I mean, I have lots of "prospects" when it comes to girls, but all of them seem to be lacking something that messes up the entire equation. Call me picky, call me a pig, whatever the reason, its just not "there". My goodness this is sucking.
The hardest part is obviously the holidays. Man, at times I feel like Robby Hart in the Wedding Singer after Linda abandons their wedding. I HATE seeing couples happy together. I mean, I'm happy for them and everything, but its so hard during this time.
I'm not getting any younger either, or at least to my societies standards. Its tough w/in my religion and in my society being my age and finding someone willing to give you a chance. I don't feel like I'm getting or looking any younger, so now I'm hitting that "I have to get in shape" mode. I've got my gym membership and I've been going on a good, consistent basis. I will admit that working out does have more advantages than just trying to attract the opposite sex. I really feel good after I get a good work out in. I'm still worried I'm going to give up on working out sooner or later. I never maintain a good schedule for this kind of thing, but I guess we will see.
I still hate school.
Music rocks. Sometimes I want to give it all up and just focus on becoming a musician and rock star, then I remember that I don't know a lick about music, can't play an instrument and can't sing. Doesn't exactly get me excited, but a man can dream can't he? :-)
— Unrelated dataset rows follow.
TEST_CASE("Simulate: null p-values are uniform and conservative nulls follow the normal law") {
  const std::uint64_t seed = 77;
  INFO("seed " << seed);
  SimulationModel m;
  m.tests = 20000;
  m.nonnull_fraction = 0;
  // Uniform nulls: CDF x. Critical value: SciPy 1.10.1 kstwo.isf(0.001, 20000).
  auto uniform = generate_stream(m, seed, 0);
  CHECK(uniform.nonnulls == 0);
  CHECK(ks_statistic(uniform.p_value, [](double x) { return std::clamp(x, 0.0, 1.0); }) <
        scipy_value("ks_critical_20000"));
  // Conservative nulls, null mean -1: P(p <= x) = P(Z >= Phi^-1(1-x)), Z ~ N(-1, 1) (Boost.Math).
  m.null_mean = -1;
  auto conservative = generate_stream(m, seed, 0);
  CHECK(ks_statistic(conservative.p_value, [](double x) { return p_value_cdf(x, -1.0, 1.0); }) <
        scipy_value("ks_critical_20000"));
  // ...and the uniform law is rejected for them (the same check can fail).
  CHECK(ks_statistic(conservative.p_value, [](double x) { return std::clamp(x, 0.0, 1.0); }) >
        scipy_value("ks_critical_20000"));
}

TEST_CASE("Simulate: non-null z has mean effect and variance 1 + effect_sd^2") {
  // The model of docs/simulate.md: mu ~ N(effect, sd^2), z = mu + e, so z ~ N(effect, 1 + sd^2).
  // CDF through Boost.Math 1.74; critical value SciPy 1.10.1 kstwo.isf(0.001, 20000).
  const std::uint64_t seed = 5;
  INFO("seed " << seed);
  SimulationModel m;
  m.tests = 20000;
  m.nonnull_fraction = 1;
  m.effect = 2;
  m.effect_sd = 1;
  auto s = generate_stream(m, seed, 3);
  CHECK(s.nonnulls == m.tests);
  CHECK(ks_statistic(s.p_value, [](double x) { return p_value_cdf(x, 2.0, std::sqrt(2.0)); }) <
        scipy_value("ks_critical_20000"));
  CHECK(ks_statistic(s.p_value, [](double x) { return p_value_cdf(x, 2.0, 1.0); }) >
        scipy_value("ks_critical_20000"));
}

TEST_CASE("Simulate: AR(1) and block correlation have the intended correlations") {
  // AR(1) with coefficient rho has lag-k autocorrelation rho^k (Box & Jenkins, Time Series
  // Analysis, AR(1) autocorrelation function). Blocks: correlation rho inside a block, 0 across.
  // Tolerance 0.015: about 5 standard errors of a sample correlation from 200000 pairs
  // (Bartlett's variance (1 + rho^2)/n bound, from memory).
  const std::uint64_t seed = 9;
  INFO("seed " << seed);
  SimulationModel m;
  m.tests = 200000;
  m.nonnull_fraction = 0;
  m.correlation = *parse_correlation("ar1:0.6");
  const auto z = z_values(generate_stream(m, seed, 0));
  std::vector<double> a(z.begin(), z.end() - 2), lag1(z.begin() + 1, z.end() - 1),
      lag2(z.begin() + 2, z.end());
  CHECK(std::abs(sample_correlation(a, lag1) - 0.6) < 0.015);
  CHECK(std::abs(sample_correlation(a, lag2) - 0.36) < 0.015);

  m.correlation = *parse_correlation("blocks:4:0.5");
  const auto zb = z_values(generate_stream(m, seed, 0));
  std::vector<double> first, second, across_a, across_b;
  for (std::size_t i = 0; i + 4 < zb.size(); i += 4) {
    first.push_back(zb[i]);
    second.push_back(zb[i + 1]);  // same block
    across_a.push_back(zb[i + 3]);
    across_b.push_back(zb[i + 4]);  // next block
  }
  CHECK(std::abs(sample_correlation(first, second) - 0.5) < 0.02);
  CHECK(std::abs(sample_correlation(across_a, across_b)) < 0.02);
}

TEST_CASE("Simulate: share patterns keep the average share and move it where they say") {
  // Expected counts from the pattern definitions (simulate.hpp, docs/simulate.md); bands of 4
  // binomial standard errors (common practice, no source).
  const std::uint64_t seed = 31;
  INFO("seed " << seed);
  SimulationModel m;
  m.tests = 100000;
  m.nonnull_fraction = 0.2;
  const auto count = [](const SimulatedStream& s, std::size_t from, std::size_t to) {
    double c = 0;
    for (std::size_t i = from; i < to; ++i) c += s.is_null[i] == 0;
    return c;
  };
  m.pattern = *parse_nonnull_pattern("rising");
  auto rising = generate_stream(m, seed, 0);
  // First half: mean share f/2 = 0.1; second half 3f/2 = 0.3.
  CHECK(std::abs(count(rising, 0, 50000) - 5000) < 4 * std::sqrt(50000 * 0.1 * 0.9));
  CHECK(std::abs(count(rising, 50000, 100000) - 15000) < 4 * std::sqrt(50000 * 0.3 * 0.7));
  m.pattern = *parse_nonnull_pattern("falling");
  auto falling = generate_stream(m, seed, 0);
  CHECK(count(falling, 0, 50000) > count(falling, 50000, 100000) * 2);

  m.pattern = *parse_nonnull_pattern("bursts:50:0.8");
  auto bursts = generate_stream(m, seed, 0);
  // Blocks of 50 are bursts with probability 0.25: share 0.8 inside, none outside.
  std::size_t empty_blocks = 0, burst_blocks = 0;
  for (std::size_t b = 0; b < 2000; ++b) {
    const double c = count(bursts, b * 50, b * 50 + 50);
    if (c == 0) ++empty_blocks;
    if (c >= 25) ++burst_blocks;
  }
  CHECK(empty_blocks + burst_blocks == 2000);
  CHECK(std::abs(static_cast<double>(burst_blocks) - 500) < 4 * std::sqrt(2000 * 0.25 * 0.75));
  // Total: sum over burst blocks of Binomial(50, 0.8); mean 20000, variance 375 * 40^2 + 500 * 8.
  CHECK(std::abs(count(bursts, 0, 100000) - 20000) < 4 * std::sqrt(375.0 * 40 * 40 + 500.0 * 8));
}

// ---------------------------------------------------------------------------------------------
// Input checks.

TEST_CASE("Simulate: bad model input is refused with the field, the value and the accepted range") {
  SimulationModel m;
  m.nonnull_fraction = 1.5;
  auto s = validate_model(m);
  REQUIRE(!s.ok());
  CHECK(s.error().kind == ErrorKind::kInvalidArgument);
  CHECK(s.error().message == "nonnull_fraction must be in [0, 1], got 1.5");

  m = {};
  m.effect_sd = -1;
  CHECK(validate_model(m).error().message == "effect_sd must be in [0, 40], got -1");
  m = {};
  m.tests = 0;
  CHECK(validate_model(m).error().message.find("tests must be a whole number in [1, 100000000], got 0") ==
        0);
  m = {};
  m.nonnull_fraction = 0.6;
  m.pattern = *parse_nonnull_pattern("rising");
  CHECK(validate_model(m).error().message.find("needs a non-null fraction <= 0.5, got 0.6") !=
        std::string::npos);
  m = {};
  m.nonnull_fraction = 0.6;
  m.pattern = *parse_nonnull_pattern("bursts:10:0.5");
  CHECK(validate_model(m).error().message.find("the share inside a burst (0.5), got 0.6") !=
        std::string::npos);

  auto bad_pattern = parse_nonnull_pattern("waves");
  REQUIRE(!bad_pattern.ok());
  CHECK(bad_pattern.error().message.find(
            "nonnull_pattern is not a known pattern, got 'waves'; accepted:") == 0);
  CHECK(parse_nonnull_pattern("bursts:0").error().message.find("LENGTH a whole number") != std::string::npos);
  CHECK(parse_nonnull_pattern("bursts:10:1.5").error().message.find("SHARE in (0, 1]") != std::string::npos);
  CHECK(parse_correlation("ar1:1").error().message.find("correlation needs RHO in [0, 1), got 'ar1:1'") ==
        0);
  CHECK(parse_correlation("ar1:-0.2").error().message.find("RHO in [0, 1)") != std::string::npos);
  CHECK(parse_correlation("blocks:0:0.3").error().message.find("SIZE a whole number") != std::string::npos);
  CHECK(parse_correlation("wiggly").error().message.find("is not a known form") != std::string::npos);

  auto procs = resolve_procedures({"lord++"}, RuleSpec{}, true);
  REQUIRE(procs.ok());
  const SimulationPlan plan(*procs);
  auto r = run_simulation(plan, SimulationModel{}, {.runs = 0});
  REQUIRE(!r.ok());
  CHECK(r.error().message == "runs must be a whole number in [1, 100000000], got 0");
  r = run_simulation(plan, SimulationModel{}, {.runs = 5, .threads = 0});
  CHECK(r.error().message == "threads must be a whole number in [1, 1024], got 0");
}

TEST_CASE("Simulate: pattern and correlation texts read back to the same specification") {
  for (const char* text : {"constant", "rising", "falling", "bursts:100:0.5", "bursts:7:0.25"}) {
    auto p = parse_nonnull_pattern(text);
    REQUIRE(p.ok());
    CHECK(pattern_text(*p) == text);
  }
  CHECK(pattern_text(*parse_nonnull_pattern("bursts")) == "bursts:100:0.5");
  CHECK(pattern_text(*parse_nonnull_pattern("bursts:20")) == "bursts:20:0.5");
  for (const char* text : {"none", "ar1:0.5", "blocks:10:0.3", "ar1:0"}) {
    auto c = parse_correlation(text);
    REQUIRE(c.ok());
    CHECK(correlation_text(*c) == text);
  }
}

// ---------------------------------------------------------------------------------------------
// Exact reference values: the whole pipeline (generator, z -> p, rules, counting) against
// probabilities computed independently with SciPy.

TEST_CASE("Simulate: global-null FWER of alpha-spending and LOND matches 1 - prod(1 - a_t)") {
  // Reference: tests/data/simulate_scipy.csv (SciPy 1.10.1), the product over independent uniform
  // nulls of the levels before the first rejection (union of independent events). 4 SE band.
  const std::uint64_t seed = 101;
  INFO("seed " << seed);
  SimulationModel m;
  m.tests = 1000;
  m.nonnull_fraction = 0;
  const auto r = simulate({"alpha-spending", "lond"}, RuleSpec{}, m, 20000, seed);
  const auto& spending = row(r, "alpha-spending");
  const auto& lond = row(r, "lond");
  CHECK(std::abs(spending.fwer - scipy_value("spending_global_null_fwer")) < 4 * spending.fwer_se);
  CHECK(std::abs(lond.fwer - scipy_value("lond_global_null_fwer")) < 4 * lond.fwer_se);
  CHECK(std::isnan(spending.power));  // no non-null anywhere: power is undefined, not 0
}

TEST_CASE("Simulate: alpha-spending power matches the normal tail average") {
  // Reference: tests/data/simulate_scipy.csv (SciPy 1.10.1 norm.sf / norm.isf), the mean over t of
  // P(Z > Phi^-1(1 - alpha gamma_t)), Z ~ N(effect, 1 + sd^2). 4 SE band.
  const std::uint64_t seed = 202;
  INFO("seed " << seed);
  SimulationModel m;
  m.tests = 1000;
  m.nonnull_fraction = 0.1;
  const auto a = simulate({"alpha-spending"}, RuleSpec{}, m, 4000, seed);
  CHECK(std::abs(a.summaries[0].power - scipy_value("spending_power_effect3")) < 4 * a.summaries[0].power_se);
  m.effect = 2;
  m.effect_sd = 1;
  const auto b = simulate({"alpha-spending"}, RuleSpec{}, m, 4000, seed);
  CHECK(std::abs(b.summaries[0].power - scipy_value("spending_power_effect2_sd1")) <
        4 * b.summaries[0].power_se);
}

TEST_CASE("Simulate: BH's realized FDR equals pi0 times alpha under independence") {
  // Benjamini & Hochberg (1995), JRSS-B 57(1); equality FDR = (m0/m) alpha for independent
  // continuous nulls (Benjamini & Yekutieli 2001, Ann. Statist. 29(4); docs/methods.md section 11).
  // With each test non-null with probability f, E[m0/m] = 1 - f. 4 SE band, both sides.
  const std::uint64_t seed = 303;
  INFO("seed " << seed);
  SimulationModel m;
  m.tests = 1000;
  m.nonnull_fraction = 0.2;
  m.effect = 2.5;
  const auto r = simulate({"bh"}, RuleSpec{}, m, 6000, seed);
  CHECK(std::abs(r.summaries[0].fdr - 0.05 * 0.8) < 4 * r.summaries[0].fdr_se);
}

// ---------------------------------------------------------------------------------------------
// Determinism and the paired design.

TEST_CASE("Simulate: output is bit-identical for any thread count and repeatable") {
  const std::uint64_t seed = 4242;
  INFO("seed " << seed);
  auto procs = resolve_procedures(
      {"alpha-spending", "alpha-investing", "lond", "lord++", "saffron", "addis", "bh", "storey-bh"},
      RuleSpec{.evaluation = "fast"}, true);
  REQUIRE(procs.ok());
  const SimulationPlan plan(*procs);
  SimulationModel m;
  m.tests = 500;
  m.nonnull_fraction = 0.2;
  m.effect_sd = 1;
  m.correlation = *parse_correlation("ar1:0.3");
  std::vector<std::string> outputs;
  for (unsigned threads : {1u, 2u, 3u, 1u}) {
    auto r = run_simulation(plan, m, {.runs = 101, .seed = seed, .threads = threads});
    REQUIRE(r.ok());
    std::ostringstream csv;
    write_simulation_csv(csv, r->summaries);
    write_simulation_json(csv, r->summaries);
    outputs.push_back(csv.str());
  }
  CHECK(outputs[0] == outputs[1]);
  CHECK(outputs[0] == outputs[2]);
  CHECK(outputs[0] == outputs[3]);
  auto other = run_simulation(plan, m, {.runs = 101, .seed = seed + 1, .threads = 2});
  std::ostringstream csv;
  write_simulation_csv(csv, other->summaries);
  write_simulation_json(csv, other->summaries);
  CHECK(csv.str() != outputs[0]);  // the seed matters
}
OK, homeboy needs to go to bed. I always complain about my health and how I'm always tired or lack energy and here I am staying up until midnight every night for whatever reason. One of these days I'm going to try an experiment, kind of like that Jared experiement with Subway; except his problem was too much weight, my problem is lack of good sleeping habits. For one week straight I'm going to try to get to bed by 10pm and see if I feel any better.
The key is setting up that week. I'll shoot for the first week in December.
Speaking of December, I'm pretty stoked about that month. No, not because of all the loot people score (I honestly don't care to get anything) but because I'm FINALLY going in for a consultation for braces. My teeth are so crooked, gapped and messed up that its no wonder I don't get any chicas begging for my number. Its a total confidence thing for me. I hate opening my mouth to talk, I hate smiling and I'm sure that turns off the girls from the get-go. Heck, if I DO open my mouth to talk or smile, I'm sure that is a turn-off too :-). Anyway, I've been putting this off for some time, but now I'm finally doing it. I'm making an extra $180 per month pimping out the plasma in my blood, so that should help make up the payments for braces. Kind of sucks, but whats a guy to do? I've gotta pull chicas :-).
Anyway, I said I was going to bed, and now I'm going for sure.......................yeah right.